Find the line with "the choice's rank, statistics" and the line with "none (out_of_reach_db: null" in the entries below; output exactly those two lines, every line between them, and no others.

══════

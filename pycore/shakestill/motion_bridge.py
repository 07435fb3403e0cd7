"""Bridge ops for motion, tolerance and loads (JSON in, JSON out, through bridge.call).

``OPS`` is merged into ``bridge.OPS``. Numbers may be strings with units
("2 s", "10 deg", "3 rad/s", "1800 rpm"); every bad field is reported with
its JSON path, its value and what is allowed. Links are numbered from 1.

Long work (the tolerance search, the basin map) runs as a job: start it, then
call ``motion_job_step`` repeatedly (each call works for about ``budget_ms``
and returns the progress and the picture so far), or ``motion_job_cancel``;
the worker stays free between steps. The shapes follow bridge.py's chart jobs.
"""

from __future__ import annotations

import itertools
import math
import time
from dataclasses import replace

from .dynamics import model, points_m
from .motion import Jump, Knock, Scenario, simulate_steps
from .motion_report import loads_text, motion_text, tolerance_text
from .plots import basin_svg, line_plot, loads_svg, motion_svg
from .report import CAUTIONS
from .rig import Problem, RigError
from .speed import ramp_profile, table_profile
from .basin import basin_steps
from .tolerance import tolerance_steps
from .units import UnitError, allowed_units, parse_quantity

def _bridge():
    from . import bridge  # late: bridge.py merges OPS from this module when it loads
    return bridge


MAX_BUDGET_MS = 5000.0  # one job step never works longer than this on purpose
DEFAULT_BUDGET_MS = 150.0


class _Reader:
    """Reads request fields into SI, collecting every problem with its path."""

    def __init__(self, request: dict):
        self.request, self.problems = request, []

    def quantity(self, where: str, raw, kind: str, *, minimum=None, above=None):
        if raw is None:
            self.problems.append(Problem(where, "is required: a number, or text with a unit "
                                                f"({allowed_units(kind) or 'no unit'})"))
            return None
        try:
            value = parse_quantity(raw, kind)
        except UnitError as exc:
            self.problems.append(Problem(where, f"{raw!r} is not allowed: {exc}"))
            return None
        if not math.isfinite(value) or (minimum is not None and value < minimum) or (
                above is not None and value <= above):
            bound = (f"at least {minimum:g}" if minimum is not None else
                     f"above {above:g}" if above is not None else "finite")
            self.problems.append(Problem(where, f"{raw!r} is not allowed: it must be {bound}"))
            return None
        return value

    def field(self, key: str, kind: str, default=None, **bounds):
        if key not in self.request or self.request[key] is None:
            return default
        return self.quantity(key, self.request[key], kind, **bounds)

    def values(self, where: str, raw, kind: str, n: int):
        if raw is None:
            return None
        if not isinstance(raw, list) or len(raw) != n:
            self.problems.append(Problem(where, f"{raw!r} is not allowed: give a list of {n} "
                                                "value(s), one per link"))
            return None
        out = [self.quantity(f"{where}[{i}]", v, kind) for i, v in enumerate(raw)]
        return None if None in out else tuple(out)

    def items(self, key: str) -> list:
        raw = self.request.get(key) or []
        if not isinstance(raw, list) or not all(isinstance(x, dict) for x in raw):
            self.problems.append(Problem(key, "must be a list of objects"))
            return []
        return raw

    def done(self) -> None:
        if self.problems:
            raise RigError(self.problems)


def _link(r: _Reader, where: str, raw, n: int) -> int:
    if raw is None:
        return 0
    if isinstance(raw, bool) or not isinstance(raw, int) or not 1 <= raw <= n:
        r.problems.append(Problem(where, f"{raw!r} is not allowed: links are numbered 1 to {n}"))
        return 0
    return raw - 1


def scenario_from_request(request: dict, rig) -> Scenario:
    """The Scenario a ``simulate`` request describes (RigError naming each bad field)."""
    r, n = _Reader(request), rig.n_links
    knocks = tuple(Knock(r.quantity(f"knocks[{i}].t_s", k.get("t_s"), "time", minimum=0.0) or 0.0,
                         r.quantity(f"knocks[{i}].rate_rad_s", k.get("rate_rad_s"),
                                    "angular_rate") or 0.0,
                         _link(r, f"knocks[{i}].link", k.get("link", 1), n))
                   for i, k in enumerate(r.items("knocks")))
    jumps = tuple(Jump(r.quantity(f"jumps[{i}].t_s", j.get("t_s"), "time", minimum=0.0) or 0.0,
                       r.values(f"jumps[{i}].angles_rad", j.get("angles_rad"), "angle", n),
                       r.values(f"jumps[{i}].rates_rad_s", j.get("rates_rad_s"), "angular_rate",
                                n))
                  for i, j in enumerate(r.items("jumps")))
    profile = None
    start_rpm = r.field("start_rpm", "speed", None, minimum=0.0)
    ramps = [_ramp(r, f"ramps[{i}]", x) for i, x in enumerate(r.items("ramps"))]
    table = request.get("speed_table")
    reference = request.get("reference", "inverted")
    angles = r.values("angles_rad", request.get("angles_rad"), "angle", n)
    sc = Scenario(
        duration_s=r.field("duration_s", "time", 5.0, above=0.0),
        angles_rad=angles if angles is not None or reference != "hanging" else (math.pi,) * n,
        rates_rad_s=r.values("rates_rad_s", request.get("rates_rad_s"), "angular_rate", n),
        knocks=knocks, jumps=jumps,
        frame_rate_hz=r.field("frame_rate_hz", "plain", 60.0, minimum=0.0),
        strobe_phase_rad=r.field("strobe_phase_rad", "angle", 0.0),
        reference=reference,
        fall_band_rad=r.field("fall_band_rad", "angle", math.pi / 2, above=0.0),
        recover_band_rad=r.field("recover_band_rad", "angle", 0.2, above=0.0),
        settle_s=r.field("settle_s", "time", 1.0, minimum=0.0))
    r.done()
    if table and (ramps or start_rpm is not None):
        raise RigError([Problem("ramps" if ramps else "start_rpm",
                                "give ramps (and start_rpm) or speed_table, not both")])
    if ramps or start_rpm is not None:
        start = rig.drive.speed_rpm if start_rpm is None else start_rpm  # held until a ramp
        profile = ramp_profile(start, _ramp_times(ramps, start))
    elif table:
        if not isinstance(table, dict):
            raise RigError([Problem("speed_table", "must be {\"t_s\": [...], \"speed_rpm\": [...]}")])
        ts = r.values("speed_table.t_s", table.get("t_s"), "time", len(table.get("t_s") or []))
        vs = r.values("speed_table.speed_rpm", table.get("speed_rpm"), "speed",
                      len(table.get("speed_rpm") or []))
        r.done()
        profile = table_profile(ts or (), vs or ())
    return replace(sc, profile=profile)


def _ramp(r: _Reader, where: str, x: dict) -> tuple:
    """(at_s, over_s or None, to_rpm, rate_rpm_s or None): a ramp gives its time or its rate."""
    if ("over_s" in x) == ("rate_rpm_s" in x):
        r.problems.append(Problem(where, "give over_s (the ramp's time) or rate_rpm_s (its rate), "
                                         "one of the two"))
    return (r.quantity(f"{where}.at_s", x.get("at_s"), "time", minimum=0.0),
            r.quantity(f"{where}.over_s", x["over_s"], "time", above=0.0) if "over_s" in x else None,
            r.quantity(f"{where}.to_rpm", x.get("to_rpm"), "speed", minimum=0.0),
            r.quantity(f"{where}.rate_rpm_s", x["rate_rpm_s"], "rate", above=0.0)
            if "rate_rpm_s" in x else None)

══════

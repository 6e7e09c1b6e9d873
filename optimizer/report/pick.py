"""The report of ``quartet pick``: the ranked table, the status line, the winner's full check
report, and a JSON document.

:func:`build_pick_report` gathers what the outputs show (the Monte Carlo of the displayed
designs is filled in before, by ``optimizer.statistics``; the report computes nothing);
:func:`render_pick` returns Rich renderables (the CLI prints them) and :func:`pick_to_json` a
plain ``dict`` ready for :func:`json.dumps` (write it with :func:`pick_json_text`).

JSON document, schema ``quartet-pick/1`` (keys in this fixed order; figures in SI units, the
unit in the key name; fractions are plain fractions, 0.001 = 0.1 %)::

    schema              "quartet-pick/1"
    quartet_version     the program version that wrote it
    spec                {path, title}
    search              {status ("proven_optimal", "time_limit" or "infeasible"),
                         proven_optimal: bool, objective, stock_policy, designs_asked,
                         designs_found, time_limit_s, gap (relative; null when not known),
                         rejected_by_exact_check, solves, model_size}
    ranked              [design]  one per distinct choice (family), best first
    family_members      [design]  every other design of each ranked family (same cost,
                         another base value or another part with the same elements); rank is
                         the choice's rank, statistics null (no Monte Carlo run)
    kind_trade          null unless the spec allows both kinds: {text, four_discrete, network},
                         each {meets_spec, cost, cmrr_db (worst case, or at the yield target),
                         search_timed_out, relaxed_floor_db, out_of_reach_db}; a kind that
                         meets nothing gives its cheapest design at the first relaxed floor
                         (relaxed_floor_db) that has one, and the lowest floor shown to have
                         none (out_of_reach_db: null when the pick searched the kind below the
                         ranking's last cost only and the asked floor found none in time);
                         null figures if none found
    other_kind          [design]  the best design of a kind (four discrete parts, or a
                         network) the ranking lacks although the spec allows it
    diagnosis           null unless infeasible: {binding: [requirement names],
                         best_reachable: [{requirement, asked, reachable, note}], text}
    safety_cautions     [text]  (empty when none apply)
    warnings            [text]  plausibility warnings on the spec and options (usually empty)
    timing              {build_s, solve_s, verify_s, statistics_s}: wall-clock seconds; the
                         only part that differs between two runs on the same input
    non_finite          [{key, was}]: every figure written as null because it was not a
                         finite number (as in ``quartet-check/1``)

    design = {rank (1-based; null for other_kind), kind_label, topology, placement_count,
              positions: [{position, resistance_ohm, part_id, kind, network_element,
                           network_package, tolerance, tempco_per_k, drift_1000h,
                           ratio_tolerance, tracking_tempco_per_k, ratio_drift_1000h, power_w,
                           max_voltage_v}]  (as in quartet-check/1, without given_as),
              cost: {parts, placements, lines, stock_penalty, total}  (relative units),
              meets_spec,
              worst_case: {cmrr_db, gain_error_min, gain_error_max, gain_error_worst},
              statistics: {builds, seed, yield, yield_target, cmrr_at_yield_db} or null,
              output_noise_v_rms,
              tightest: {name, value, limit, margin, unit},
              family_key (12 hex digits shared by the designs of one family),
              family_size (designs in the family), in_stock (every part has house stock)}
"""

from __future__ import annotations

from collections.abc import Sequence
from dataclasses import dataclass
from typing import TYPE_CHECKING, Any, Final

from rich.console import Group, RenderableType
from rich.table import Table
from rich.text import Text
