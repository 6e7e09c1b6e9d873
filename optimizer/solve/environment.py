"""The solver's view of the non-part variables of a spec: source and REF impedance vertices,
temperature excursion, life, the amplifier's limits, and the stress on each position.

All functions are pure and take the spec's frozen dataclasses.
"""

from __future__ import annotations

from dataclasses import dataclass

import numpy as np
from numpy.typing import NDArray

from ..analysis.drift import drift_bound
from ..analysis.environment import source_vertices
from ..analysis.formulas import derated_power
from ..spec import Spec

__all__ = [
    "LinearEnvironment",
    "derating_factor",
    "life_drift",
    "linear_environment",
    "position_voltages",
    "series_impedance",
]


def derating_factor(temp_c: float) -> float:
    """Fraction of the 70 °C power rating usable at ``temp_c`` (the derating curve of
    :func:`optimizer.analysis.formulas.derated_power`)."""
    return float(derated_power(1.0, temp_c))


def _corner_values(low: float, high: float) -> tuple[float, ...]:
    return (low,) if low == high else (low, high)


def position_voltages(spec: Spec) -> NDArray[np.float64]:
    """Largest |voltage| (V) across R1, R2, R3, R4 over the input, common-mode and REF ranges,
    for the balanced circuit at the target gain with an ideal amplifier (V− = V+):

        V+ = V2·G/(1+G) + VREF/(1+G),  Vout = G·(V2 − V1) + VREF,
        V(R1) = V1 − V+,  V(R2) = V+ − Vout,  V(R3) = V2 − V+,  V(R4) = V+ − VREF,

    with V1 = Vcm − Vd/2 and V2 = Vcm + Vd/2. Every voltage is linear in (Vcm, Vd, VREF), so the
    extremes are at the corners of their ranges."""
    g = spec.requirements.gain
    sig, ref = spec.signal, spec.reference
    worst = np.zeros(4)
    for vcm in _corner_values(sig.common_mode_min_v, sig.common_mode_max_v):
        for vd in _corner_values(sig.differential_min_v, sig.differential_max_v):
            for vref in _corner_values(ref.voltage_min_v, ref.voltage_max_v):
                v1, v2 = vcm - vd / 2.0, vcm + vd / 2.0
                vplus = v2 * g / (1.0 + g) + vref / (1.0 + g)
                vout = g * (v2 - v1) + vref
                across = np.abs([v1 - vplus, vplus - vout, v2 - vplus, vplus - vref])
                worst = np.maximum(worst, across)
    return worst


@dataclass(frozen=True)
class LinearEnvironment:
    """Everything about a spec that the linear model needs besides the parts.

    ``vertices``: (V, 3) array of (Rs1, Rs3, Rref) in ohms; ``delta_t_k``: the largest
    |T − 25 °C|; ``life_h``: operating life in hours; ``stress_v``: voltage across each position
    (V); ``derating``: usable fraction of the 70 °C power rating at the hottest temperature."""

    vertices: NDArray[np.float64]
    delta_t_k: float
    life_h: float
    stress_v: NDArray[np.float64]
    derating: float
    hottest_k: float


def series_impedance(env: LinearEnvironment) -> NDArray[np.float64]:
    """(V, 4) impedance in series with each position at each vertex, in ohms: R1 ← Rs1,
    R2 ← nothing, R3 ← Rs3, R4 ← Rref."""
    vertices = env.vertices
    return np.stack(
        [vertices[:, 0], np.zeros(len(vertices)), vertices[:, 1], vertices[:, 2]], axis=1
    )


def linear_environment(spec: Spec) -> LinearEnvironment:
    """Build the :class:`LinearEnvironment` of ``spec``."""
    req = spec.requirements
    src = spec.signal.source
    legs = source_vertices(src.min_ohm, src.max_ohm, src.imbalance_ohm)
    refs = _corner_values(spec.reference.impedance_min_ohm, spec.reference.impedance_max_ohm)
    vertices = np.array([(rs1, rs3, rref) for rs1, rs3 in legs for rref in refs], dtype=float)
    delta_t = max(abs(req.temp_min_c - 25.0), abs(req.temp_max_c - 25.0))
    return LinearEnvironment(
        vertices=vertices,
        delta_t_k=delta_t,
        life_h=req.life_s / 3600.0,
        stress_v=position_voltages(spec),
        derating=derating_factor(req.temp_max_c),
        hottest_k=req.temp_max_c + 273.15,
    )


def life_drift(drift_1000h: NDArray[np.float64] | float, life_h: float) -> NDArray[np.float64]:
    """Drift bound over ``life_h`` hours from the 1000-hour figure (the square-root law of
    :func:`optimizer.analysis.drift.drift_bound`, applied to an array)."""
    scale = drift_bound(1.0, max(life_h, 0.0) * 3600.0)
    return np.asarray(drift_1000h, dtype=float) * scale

══════

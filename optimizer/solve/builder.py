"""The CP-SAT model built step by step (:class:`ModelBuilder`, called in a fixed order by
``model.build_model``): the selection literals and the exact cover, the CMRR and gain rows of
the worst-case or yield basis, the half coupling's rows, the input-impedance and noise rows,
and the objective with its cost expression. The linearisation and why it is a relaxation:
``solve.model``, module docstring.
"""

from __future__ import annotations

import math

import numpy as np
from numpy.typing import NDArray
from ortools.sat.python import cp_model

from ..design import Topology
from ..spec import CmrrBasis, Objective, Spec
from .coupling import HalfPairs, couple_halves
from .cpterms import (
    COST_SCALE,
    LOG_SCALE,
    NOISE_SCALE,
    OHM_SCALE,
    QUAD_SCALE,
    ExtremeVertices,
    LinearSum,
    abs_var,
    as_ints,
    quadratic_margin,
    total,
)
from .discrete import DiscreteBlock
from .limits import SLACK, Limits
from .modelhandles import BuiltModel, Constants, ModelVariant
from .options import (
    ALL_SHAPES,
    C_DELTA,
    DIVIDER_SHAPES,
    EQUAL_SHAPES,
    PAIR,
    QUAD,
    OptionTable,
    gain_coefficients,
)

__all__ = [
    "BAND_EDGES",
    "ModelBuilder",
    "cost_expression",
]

══════

### RESULT
                         the choice's rank, statistics null (no Monte Carlo run)
    kind_trade          null unless the spec allows both kinds: {text, four_discrete, network},
                         each {meets_spec, cost, cmrr_db (worst case, or at the yield target),
                         search_timed_out, relaxed_floor_db, out_of_reach_db}; a kind that
                         meets nothing gives its cheapest design at the first relaxed floor
                         (relaxed_floor_db) that has one, and the lowest floor shown to have
                         none (out_of_reach_db: null when the pick searched the kind below the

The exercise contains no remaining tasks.